# WHAT IS REQUIRED:
Search the material for the word "probe" and copy each line that holds it.
[Start of section]
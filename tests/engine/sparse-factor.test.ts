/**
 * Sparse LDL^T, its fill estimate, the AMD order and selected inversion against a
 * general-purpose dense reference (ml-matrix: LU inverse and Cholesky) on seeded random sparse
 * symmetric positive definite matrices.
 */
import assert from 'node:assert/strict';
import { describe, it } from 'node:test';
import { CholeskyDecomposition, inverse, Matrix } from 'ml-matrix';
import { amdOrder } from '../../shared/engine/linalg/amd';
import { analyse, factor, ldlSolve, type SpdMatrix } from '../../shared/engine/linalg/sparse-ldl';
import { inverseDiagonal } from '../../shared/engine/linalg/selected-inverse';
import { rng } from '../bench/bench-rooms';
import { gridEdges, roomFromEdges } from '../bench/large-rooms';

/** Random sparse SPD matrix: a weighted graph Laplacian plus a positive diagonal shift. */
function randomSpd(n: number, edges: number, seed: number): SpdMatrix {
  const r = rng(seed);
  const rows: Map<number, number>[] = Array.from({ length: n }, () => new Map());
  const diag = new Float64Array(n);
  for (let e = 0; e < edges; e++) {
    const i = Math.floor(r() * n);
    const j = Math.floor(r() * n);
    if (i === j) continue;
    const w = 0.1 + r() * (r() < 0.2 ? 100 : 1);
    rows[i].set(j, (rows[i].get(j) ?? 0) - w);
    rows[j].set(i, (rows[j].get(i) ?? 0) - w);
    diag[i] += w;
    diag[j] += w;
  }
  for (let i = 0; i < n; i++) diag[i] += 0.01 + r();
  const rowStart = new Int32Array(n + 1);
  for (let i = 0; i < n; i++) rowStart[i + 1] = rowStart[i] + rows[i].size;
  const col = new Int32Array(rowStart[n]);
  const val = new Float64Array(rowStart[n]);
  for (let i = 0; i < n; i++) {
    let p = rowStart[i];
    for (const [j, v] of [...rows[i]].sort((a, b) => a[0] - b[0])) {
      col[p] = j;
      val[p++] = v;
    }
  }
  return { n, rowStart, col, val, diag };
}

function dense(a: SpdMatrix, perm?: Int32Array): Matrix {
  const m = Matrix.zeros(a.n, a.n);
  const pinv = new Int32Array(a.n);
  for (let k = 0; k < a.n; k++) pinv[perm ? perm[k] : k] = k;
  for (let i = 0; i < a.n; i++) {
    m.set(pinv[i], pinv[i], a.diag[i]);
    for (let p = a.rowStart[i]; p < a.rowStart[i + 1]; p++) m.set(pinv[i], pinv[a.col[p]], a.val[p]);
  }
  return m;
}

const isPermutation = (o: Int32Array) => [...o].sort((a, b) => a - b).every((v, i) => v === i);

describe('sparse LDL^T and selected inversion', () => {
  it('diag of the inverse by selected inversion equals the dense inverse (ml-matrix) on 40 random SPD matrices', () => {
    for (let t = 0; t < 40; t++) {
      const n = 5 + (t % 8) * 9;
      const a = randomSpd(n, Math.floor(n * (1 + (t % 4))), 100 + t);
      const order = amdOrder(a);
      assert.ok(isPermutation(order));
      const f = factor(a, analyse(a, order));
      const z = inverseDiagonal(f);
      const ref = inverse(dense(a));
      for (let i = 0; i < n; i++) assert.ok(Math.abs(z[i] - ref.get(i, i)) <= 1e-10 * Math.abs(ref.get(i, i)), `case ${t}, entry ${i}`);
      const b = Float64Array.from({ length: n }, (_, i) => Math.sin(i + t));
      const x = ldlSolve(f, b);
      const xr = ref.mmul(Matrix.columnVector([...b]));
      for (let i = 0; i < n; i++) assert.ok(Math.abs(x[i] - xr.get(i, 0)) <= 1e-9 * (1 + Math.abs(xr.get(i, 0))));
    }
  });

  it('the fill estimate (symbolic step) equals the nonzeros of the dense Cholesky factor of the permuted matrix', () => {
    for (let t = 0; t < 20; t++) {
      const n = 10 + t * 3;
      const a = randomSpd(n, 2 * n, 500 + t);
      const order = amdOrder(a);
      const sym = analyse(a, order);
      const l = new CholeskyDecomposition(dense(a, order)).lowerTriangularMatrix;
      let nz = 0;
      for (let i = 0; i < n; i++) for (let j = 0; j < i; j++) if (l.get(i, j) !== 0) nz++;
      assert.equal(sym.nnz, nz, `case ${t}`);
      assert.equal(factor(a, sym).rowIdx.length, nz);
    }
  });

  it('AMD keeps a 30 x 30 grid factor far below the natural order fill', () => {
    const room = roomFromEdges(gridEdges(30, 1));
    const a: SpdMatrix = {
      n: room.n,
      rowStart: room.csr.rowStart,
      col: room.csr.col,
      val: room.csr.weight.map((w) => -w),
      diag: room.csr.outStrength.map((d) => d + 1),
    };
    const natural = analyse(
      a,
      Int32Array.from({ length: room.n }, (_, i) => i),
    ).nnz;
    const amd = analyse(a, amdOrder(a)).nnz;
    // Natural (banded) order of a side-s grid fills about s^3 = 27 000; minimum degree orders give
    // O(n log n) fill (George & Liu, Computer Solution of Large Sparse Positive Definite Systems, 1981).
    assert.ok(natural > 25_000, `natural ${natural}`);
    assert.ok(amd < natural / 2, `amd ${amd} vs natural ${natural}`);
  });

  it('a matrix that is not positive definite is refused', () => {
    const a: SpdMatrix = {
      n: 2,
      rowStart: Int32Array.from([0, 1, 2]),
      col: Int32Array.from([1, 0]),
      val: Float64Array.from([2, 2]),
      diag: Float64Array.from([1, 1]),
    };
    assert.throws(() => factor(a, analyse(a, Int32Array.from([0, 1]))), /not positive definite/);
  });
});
[End of section]
[Start of section]
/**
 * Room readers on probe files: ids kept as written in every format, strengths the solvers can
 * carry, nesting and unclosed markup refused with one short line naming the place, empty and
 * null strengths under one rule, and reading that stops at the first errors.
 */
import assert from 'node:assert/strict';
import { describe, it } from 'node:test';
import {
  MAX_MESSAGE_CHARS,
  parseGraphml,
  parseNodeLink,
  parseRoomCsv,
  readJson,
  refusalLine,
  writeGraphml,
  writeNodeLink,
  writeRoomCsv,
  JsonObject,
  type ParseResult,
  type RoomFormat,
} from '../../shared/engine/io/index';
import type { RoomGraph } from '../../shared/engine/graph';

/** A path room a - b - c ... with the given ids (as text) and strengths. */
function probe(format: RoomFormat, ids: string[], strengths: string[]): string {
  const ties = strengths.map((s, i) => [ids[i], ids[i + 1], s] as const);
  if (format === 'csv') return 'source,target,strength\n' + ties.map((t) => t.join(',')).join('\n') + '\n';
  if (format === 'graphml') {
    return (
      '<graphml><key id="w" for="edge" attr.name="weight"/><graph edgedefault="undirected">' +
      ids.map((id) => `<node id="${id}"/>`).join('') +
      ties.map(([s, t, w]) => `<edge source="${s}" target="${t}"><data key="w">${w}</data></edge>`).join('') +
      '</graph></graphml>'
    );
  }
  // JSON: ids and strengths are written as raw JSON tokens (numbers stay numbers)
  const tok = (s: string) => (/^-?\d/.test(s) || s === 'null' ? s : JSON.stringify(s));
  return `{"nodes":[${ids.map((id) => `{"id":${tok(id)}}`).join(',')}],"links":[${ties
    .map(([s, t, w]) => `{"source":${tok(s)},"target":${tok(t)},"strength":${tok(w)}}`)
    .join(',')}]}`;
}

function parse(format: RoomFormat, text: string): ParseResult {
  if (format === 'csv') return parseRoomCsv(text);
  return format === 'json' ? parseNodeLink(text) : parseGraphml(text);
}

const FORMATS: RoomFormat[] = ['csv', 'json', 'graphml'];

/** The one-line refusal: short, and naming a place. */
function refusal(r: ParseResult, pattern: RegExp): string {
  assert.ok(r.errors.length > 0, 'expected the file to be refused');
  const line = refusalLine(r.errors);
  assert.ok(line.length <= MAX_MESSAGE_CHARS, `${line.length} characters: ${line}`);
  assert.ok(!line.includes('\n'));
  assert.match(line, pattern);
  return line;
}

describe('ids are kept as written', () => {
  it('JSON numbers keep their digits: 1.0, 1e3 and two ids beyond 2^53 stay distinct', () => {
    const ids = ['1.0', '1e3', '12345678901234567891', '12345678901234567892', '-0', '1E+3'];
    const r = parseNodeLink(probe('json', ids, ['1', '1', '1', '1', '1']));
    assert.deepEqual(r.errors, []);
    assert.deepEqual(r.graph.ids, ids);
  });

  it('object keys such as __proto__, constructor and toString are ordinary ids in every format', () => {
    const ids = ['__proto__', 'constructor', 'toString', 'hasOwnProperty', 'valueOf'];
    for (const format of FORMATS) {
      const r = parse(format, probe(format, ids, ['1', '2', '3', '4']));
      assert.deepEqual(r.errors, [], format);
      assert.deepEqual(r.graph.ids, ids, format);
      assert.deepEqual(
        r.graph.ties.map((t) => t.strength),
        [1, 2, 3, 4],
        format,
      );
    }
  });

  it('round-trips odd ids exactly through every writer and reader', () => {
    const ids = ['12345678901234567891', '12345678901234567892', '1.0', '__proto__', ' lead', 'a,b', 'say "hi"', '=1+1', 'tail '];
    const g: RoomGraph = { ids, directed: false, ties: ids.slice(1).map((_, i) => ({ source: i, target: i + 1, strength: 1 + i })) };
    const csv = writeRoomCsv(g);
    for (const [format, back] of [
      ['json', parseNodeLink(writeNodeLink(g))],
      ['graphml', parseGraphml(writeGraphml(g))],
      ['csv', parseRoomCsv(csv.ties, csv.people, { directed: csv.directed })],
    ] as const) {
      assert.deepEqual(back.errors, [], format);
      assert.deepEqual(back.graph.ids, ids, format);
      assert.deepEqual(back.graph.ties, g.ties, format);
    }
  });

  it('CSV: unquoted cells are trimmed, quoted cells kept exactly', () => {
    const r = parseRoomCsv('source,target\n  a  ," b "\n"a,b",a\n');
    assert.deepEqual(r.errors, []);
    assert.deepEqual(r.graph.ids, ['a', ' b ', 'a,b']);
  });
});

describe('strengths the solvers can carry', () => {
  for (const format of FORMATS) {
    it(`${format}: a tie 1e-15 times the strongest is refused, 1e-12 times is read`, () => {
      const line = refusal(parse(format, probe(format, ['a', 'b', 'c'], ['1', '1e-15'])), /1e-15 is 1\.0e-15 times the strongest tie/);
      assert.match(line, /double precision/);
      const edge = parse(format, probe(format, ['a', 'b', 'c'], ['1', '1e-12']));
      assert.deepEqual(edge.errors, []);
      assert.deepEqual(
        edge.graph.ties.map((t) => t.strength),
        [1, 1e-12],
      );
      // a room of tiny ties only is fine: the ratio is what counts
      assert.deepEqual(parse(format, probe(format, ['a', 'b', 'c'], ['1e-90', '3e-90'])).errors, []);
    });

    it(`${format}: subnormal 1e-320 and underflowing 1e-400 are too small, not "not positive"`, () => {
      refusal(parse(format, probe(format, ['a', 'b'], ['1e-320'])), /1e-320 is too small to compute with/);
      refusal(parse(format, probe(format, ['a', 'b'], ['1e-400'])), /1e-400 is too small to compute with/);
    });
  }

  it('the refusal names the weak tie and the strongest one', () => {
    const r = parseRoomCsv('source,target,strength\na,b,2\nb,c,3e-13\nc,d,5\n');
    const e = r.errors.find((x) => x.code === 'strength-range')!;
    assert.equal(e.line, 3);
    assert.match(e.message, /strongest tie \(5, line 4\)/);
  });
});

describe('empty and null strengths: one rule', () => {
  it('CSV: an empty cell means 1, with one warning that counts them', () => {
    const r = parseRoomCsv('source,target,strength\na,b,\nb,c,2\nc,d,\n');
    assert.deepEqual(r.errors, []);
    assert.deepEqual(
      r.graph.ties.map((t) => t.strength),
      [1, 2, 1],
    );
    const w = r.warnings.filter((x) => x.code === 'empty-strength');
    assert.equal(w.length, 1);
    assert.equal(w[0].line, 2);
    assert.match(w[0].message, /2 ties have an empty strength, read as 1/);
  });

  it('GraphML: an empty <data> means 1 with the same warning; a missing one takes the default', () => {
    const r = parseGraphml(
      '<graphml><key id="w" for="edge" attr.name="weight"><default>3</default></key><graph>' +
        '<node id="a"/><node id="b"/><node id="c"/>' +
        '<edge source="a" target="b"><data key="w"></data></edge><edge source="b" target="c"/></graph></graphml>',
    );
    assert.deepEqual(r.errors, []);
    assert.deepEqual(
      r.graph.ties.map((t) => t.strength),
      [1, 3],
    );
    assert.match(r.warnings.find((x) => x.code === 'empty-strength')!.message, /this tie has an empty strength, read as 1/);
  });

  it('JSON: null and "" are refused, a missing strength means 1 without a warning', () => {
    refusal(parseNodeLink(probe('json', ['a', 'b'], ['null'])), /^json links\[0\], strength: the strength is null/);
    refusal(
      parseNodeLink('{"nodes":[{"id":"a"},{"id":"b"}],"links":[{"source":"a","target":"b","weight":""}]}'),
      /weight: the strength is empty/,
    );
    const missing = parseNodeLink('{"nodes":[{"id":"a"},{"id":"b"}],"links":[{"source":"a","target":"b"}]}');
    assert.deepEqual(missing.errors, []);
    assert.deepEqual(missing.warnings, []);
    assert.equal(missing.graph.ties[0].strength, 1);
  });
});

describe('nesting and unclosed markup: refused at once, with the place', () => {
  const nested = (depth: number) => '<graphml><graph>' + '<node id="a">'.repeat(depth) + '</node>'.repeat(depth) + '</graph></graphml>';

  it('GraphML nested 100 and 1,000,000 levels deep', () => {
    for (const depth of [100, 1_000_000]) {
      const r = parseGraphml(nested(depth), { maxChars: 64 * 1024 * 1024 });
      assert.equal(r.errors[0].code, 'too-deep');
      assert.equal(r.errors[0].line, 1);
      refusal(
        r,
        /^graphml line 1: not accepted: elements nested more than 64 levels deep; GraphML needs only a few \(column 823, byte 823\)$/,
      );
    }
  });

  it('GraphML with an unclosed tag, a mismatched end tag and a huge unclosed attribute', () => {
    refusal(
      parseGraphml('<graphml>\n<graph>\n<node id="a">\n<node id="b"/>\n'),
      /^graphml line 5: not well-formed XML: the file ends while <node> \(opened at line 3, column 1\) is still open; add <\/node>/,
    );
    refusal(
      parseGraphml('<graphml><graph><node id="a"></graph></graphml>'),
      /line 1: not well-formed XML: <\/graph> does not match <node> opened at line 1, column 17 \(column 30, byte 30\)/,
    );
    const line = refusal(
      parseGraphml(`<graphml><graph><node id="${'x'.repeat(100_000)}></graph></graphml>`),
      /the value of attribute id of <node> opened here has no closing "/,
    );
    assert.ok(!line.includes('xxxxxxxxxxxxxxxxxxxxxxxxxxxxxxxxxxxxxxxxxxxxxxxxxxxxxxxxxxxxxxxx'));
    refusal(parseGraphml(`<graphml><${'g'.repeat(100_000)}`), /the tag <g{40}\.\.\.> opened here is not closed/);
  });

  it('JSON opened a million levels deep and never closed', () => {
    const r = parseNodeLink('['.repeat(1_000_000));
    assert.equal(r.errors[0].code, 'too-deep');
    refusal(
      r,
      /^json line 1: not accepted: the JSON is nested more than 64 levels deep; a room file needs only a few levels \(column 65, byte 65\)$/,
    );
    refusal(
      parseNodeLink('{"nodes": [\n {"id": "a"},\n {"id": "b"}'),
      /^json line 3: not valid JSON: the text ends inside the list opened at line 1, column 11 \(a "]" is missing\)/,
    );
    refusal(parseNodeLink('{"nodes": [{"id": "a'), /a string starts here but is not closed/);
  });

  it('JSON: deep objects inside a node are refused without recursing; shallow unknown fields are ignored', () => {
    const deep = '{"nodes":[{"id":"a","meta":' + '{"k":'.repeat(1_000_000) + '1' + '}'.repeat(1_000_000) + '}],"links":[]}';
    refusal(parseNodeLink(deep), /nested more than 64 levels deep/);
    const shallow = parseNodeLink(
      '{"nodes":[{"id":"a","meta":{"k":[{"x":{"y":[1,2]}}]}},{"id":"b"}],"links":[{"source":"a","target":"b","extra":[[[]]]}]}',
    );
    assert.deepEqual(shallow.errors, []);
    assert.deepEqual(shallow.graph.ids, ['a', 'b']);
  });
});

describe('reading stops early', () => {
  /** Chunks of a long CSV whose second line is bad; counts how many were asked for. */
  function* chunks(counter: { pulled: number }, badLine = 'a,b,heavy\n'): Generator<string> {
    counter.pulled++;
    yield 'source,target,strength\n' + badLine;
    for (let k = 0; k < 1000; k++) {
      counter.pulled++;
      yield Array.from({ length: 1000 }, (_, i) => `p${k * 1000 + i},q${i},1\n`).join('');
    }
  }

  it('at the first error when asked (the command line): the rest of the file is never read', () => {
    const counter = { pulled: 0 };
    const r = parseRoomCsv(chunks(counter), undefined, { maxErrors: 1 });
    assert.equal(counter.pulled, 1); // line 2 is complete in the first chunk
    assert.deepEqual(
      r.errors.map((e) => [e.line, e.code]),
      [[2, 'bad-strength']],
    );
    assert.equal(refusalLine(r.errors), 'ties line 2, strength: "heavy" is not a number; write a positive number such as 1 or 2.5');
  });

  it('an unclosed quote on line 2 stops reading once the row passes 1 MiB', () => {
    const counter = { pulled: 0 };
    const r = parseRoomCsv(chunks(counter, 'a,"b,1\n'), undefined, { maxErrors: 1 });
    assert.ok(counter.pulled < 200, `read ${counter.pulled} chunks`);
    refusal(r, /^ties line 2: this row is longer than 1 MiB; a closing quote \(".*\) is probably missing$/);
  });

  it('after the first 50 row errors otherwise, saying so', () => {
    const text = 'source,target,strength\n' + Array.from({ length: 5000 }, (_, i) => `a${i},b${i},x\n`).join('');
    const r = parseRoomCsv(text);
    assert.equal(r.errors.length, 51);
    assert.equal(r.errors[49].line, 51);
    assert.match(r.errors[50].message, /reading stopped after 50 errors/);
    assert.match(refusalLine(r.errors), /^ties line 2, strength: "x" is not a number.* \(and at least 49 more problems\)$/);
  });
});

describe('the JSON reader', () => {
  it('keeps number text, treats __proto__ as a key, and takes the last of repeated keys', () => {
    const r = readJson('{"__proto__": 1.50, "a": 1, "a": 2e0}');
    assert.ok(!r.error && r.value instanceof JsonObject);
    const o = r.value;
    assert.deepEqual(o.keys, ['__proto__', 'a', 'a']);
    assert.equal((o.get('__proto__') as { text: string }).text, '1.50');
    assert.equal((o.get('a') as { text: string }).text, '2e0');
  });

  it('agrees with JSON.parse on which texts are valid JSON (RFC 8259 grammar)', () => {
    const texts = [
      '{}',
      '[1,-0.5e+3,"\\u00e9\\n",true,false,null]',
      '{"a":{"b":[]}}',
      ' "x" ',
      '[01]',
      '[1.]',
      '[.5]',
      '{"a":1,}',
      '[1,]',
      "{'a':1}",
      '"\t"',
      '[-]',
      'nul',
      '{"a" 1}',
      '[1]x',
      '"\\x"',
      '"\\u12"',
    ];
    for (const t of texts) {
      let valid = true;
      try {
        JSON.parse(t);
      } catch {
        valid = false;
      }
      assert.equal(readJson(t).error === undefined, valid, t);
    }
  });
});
[End of section]
# ANSWER TO THE EXERCISE:
 * Room readers on probe files: ids kept as written in every format, strengths the solvers can
function probe(format: RoomFormat, ids: string[], strengths: string[]): string {
    const r = parseNodeLink(probe('json', ids, ['1', '1', '1', '1', '1']));
      const r = parse(format, probe(format, ids, ['1', '2', '3', '4']));
      const line = refusal(parse(format, probe(format, ['a', 'b', 'c'], ['1', '1e-15'])), /1e-15 is 1\.0e-15 times the strongest tie/);
      const edge = parse(format, probe(format, ['a', 'b', 'c'], ['1', '1e-12']));
      assert.deepEqual(parse(format, probe(format, ['a', 'b', 'c'], ['1e-90', '3e-90'])).errors, []);
      refusal(parse(format, probe(format, ['a', 'b'], ['1e-320'])), /1e-320 is too small to compute with/);
      refusal(parse(format, probe(format, ['a', 'b'], ['1e-400'])), /1e-400 is too small to compute with/);
    refusal(parseNodeLink(probe('json', ['a', 'b'], ['null'])), /^json links\[0\], strength: the strength is null/);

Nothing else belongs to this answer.